* **GIVEN ENTRIES**
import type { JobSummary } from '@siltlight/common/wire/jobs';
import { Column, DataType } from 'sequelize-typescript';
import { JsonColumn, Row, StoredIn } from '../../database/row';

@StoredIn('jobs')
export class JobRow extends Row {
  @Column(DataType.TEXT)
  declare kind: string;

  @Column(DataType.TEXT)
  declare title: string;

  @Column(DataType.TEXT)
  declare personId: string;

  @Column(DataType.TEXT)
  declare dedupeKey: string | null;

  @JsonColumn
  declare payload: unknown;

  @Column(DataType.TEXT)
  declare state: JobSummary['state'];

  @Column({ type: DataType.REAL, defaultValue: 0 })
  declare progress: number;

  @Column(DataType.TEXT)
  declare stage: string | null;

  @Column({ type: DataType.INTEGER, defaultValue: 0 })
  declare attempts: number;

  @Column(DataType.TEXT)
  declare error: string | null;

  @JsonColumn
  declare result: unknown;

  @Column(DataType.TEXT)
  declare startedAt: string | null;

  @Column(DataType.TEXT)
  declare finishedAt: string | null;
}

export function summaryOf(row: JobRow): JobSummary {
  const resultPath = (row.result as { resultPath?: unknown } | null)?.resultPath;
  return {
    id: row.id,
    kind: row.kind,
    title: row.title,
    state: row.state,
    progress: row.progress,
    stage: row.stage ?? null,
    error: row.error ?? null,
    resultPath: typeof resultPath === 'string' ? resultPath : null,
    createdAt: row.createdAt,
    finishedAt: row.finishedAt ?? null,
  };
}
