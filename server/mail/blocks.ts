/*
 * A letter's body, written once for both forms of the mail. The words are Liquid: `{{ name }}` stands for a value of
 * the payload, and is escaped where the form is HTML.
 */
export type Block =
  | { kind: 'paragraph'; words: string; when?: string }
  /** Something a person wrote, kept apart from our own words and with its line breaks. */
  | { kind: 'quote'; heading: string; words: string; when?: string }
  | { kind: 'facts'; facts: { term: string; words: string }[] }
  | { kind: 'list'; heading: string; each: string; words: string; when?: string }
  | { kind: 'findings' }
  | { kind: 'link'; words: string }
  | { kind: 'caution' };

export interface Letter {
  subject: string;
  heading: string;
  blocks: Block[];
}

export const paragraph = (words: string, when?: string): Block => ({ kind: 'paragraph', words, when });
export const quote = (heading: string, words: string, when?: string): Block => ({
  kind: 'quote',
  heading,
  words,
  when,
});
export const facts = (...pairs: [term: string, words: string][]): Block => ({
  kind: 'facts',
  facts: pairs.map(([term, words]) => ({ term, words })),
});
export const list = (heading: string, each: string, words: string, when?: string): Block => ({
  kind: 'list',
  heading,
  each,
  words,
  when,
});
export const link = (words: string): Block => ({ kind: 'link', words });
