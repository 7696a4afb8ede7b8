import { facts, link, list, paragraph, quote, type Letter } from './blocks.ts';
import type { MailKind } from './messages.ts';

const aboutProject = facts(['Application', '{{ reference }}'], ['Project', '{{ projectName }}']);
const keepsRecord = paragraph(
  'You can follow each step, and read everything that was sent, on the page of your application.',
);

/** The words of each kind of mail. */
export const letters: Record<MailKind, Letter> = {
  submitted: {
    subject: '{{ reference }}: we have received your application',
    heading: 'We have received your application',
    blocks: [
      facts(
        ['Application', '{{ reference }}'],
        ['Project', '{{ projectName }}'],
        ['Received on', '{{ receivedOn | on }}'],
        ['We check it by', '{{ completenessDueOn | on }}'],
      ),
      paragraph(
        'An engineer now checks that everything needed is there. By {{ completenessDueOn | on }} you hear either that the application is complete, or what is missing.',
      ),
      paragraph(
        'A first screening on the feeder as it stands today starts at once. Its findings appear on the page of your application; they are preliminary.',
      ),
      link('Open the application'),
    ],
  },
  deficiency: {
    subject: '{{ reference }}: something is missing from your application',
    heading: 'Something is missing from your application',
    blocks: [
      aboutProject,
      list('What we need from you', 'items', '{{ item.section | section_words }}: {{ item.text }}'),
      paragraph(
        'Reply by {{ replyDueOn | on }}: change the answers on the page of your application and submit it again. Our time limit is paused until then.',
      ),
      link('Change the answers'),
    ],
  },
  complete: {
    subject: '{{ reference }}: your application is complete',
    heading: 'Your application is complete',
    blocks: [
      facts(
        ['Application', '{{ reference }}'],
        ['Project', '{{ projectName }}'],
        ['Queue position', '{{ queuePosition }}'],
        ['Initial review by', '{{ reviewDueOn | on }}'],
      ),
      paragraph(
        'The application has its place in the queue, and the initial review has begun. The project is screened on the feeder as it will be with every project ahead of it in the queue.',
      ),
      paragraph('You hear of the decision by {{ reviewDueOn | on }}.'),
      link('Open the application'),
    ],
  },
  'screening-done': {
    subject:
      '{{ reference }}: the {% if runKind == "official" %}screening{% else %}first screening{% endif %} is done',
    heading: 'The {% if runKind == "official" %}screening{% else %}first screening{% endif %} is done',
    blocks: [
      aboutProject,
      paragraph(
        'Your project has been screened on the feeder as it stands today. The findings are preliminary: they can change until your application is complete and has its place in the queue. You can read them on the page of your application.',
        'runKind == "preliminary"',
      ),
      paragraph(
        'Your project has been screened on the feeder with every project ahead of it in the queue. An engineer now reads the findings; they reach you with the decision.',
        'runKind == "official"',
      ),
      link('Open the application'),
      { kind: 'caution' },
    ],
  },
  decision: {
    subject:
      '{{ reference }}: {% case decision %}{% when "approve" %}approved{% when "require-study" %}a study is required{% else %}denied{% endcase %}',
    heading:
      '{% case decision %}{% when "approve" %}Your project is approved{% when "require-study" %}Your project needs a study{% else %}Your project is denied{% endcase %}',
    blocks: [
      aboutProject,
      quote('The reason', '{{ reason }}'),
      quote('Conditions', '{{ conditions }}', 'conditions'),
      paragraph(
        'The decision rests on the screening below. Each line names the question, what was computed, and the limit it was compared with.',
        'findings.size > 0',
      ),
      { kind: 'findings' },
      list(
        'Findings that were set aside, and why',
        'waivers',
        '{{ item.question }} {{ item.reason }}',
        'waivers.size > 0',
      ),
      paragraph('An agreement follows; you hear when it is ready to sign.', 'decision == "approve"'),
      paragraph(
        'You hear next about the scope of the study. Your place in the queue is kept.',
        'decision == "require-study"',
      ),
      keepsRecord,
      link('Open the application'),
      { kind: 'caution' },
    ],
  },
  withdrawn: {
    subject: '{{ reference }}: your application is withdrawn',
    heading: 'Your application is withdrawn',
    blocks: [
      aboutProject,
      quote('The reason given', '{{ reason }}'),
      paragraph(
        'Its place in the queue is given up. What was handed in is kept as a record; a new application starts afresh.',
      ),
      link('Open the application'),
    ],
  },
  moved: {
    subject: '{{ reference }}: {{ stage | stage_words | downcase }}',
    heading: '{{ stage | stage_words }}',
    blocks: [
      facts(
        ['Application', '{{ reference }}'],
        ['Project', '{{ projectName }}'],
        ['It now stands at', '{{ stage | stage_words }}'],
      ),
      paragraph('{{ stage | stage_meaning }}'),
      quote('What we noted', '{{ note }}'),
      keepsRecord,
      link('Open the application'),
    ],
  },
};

* **WHAT YOU HAVE TO DO**
Search the records for the word "missing" and copy out every line that holds it.

* **EXERCISE SOLUTION**
        'An engineer now checks that everything needed is there. By {{ completenessDueOn | on }} you hear either that the application is complete, or what is missing.',
    subject: '{{ reference }}: something is missing from your application',
    heading: 'Something is missing from your application',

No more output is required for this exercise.